Ubiquity of superconducting domes in BCS theory with finite-range potentials

TL;DR

This paper analytically demonstrates that finite-range interactions in BCS theory naturally produce superconducting domes, challenging the idea that domes indicate competing orders or exotic superconductivity.

Contribution

It introduces a reliable analytical method to solve the BCS gap equation for finite-range potentials and shows that non-local interactions inherently lead to superconducting domes.

Findings

Finite-range potentials produce non-monotonic T_c(n) domes.

Monotonic T_c growth is an artifact of local interaction assumptions.

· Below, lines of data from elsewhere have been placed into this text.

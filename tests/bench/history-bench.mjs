// History benchmark (prints figures; not a timed test). For invented entries
// in the stored layout it measures, in Debian's headless Chromium with the CPU
// slowed 4× (a phone-class stand-in), median of 3 runs:
//   first    from navigation to /history until the first screen of entries is
//            shown (includes starting the app; the 0-entry row is the baseline)
//   all      from navigation until every stored month has been read
//   busy     time spent reading the history, summed over its slices (as timed by the app)
//   slice    the longest single slice: the longest the history holds the page still
//   filter   from typing a filter (after everything is read) until the count and list update
//   save     from pressing "Save to history" on the vertex panel until it says it saved
// and the bytes stored per entry (localStorage characters of the history keys).
// "1 month" puts every entry in one stored month (one minute apart: the worst
// case, one key to read); "14 months" spreads 10,000 entries an hour apart.
// Run: cd tests && node bench/history-bench.mjs (LENSPLANE_DIST as for the browser tests, an absolute path)
import { startServer, launch, waitForApp } from '../browser/harness.js';
import { makeEntries, storedLayout, writeItems } from '../browser/history-fixtures.js';

const SLOWDOWN = Number(process.env.CPU_SLOWDOWN || 4);
const RUNS = 3;
const median = (xs) => [...xs].sort((a, b) => a - b)[Math.floor(xs.length / 2)];
const HOUR = 3600000, MINUTE = 60000;
const CASES = [
  { n: 0, spread: '-', step: MINUTE },
  { n: 1000, spread: '1 month', step: MINUTE },
  { n: 10000, spread: '1 month', step: MINUTE },
  { n: 10000, spread: '14 months', step: HOUR },
];

const server = await startServer();
const browser = await launch();
const rows = [];
try {
  for (const { n, spread, step } of CASES) {
    const items = storedLayout(makeEntries(n, Date.UTC(2024, 4, 3, 8, 0), step));
    const chars = Object.entries(items).reduce((sum, [k, v]) => sum + k.length + v.length, 0);
    const m = { first: [], all: [], busy: [], slice: [], filter: [], save: [] };
    for (let run = 0; run < RUNS; run++) {
      const context = await browser.newContext();
      const page = await context.newPage();
      await page.goto(server.url('icons/icon.svg'));
      if (n) await page.evaluate(writeItems, items);
      const cdp = await context.newCDPSession(page);
      await cdp.send('Emulation.setCPUThrottlingRate', { rate: SLOWDOWN });
      const t0 = Date.now();
      await page.goto(server.url('history'));
      await waitForApp(page);
      if (n) await page.waitForSelector('.history-entry');
      else await page.getByText('Nothing saved yet.').waitFor();
      m.first.push(Date.now() - t0);
      await page.waitForFunction(() => globalThis.lensplaneHistoryLoadMs !== undefined);
      m.all.push(Date.now() - t0);
      m.busy.push(await page.evaluate(() => globalThis.lensplaneHistoryLoadMs));
      m.slice.push(await page.evaluate(() => globalThis.lensplaneHistoryLongestSliceMs));
      if (n) {
        // Time in the page: from the input event to the count text changing.
        m.filter.push(await page.evaluate(() => new Promise((resolve) => {
          const count = document.querySelector('.history-count');
          const before = count.textContent;
          const input = document.getElementById('history-filter');
          const start = performance.now();
          new MutationObserver((_, obs) => {
            if (count.textContent !== before) { obs.disconnect(); requestAnimationFrame(() => resolve(performance.now() - start)); }
          }).observe(count, { childList: true, subtree: true, characterData: true });
          input.value = 'room 3';
          input.dispatchEvent(new Event('input', { bubbles: true }));
        })));
      }
      if (n) {
        await page.goto(server.url('vertex?r=-8.00%20-2.00%20x180'));
        await waitForApp(page);
        await page.waitForFunction(() => globalThis.lensplaneHistoryLoadMs !== undefined);
        await page.getByRole('region', { name: 'Right eye result' }).getByText('×').first().waitFor();
        m.save.push(await page.evaluate(() => new Promise((resolve) => {
          const button = [...document.querySelectorAll('button')].find((b) => b.textContent.trim() === 'Save to history');
          const start = performance.now();
          new MutationObserver((_, obs) => {
            if (document.body.textContent.includes("Saved to this device's history.")) { obs.disconnect(); requestAnimationFrame(() => resolve(performance.now() - start)); }
          }).observe(document.body, { childList: true, subtree: true, characterData: true });
          button.click();
        })));
      }
      await context.close();
    }
    const ms = (xs) => (xs.length ? Math.round(median(xs)) : '-');
    rows.push({
      entries: n,
      spread,
      'first ms': ms(m.first),
      'all ms': ms(m.all),
      'busy ms': ms(m.busy),
      'slice ms': ms(m.slice),
      'filter ms': ms(m.filter),
      'save ms': ms(m.save),
      'stored KB': Math.round(chars * 2 / 1024),
      'bytes/entry': n ? Math.round((chars * 2) / n) : '-',
    });
  }
} finally {
  await browser.close();
  await server.stop();
}
console.log(`History benchmark, CPU slowed ${SLOWDOWN}×, median of ${RUNS} runs (bytes as localStorage counts them: UTF-16, 2 per character)`);
console.table(rows);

Superconducting domes do not necessarily imply competing orders.

Abstract

Based on recent progress in mathematical physics, we present a reliable method to analytically solve the linearized BCS gap equation for a large class of finite-range interaction potentials leading to s-wave superconductivity. With this analysis, we demonstrate that the monotonic growth of the superconducting critical temperature $T_c$ with the carrier density, $n$, predicted by standard BCS theory, is an artifact of the simplifying assumption that the interaction is quasi-local. In contrast, we show that any well-defined non-local potential leads to a "superconducting dome", i.e. a non-monotonic $T_c(n)$ exhibiting a maximum value at finite doping and going to zero for large $n$. This proves that, contrary to conventional wisdom, the presence of a superconducting dome is not necessarily an indication of competing orders, nor of exotic superconductivity. Our results provide a prototype example and guide towards improving ab-initio predictions of $T_c$ for real materials.